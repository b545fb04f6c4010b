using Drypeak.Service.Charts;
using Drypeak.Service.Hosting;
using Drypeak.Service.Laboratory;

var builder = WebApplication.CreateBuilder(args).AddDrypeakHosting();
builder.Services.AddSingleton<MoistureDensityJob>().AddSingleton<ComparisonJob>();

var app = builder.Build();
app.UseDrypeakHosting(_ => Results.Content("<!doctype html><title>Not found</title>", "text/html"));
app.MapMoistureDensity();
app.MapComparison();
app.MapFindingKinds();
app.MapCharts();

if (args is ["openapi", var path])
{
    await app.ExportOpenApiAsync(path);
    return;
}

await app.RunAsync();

● **WORK TO BE COMPLETED**: Which lines above include the word "args"? Pick them out and copy them.

● **RESPONSE FOR THIS EXERCISE**:
var builder = WebApplication.CreateBuilder(args).AddDrypeakHosting();
if (args is ["openapi", var path])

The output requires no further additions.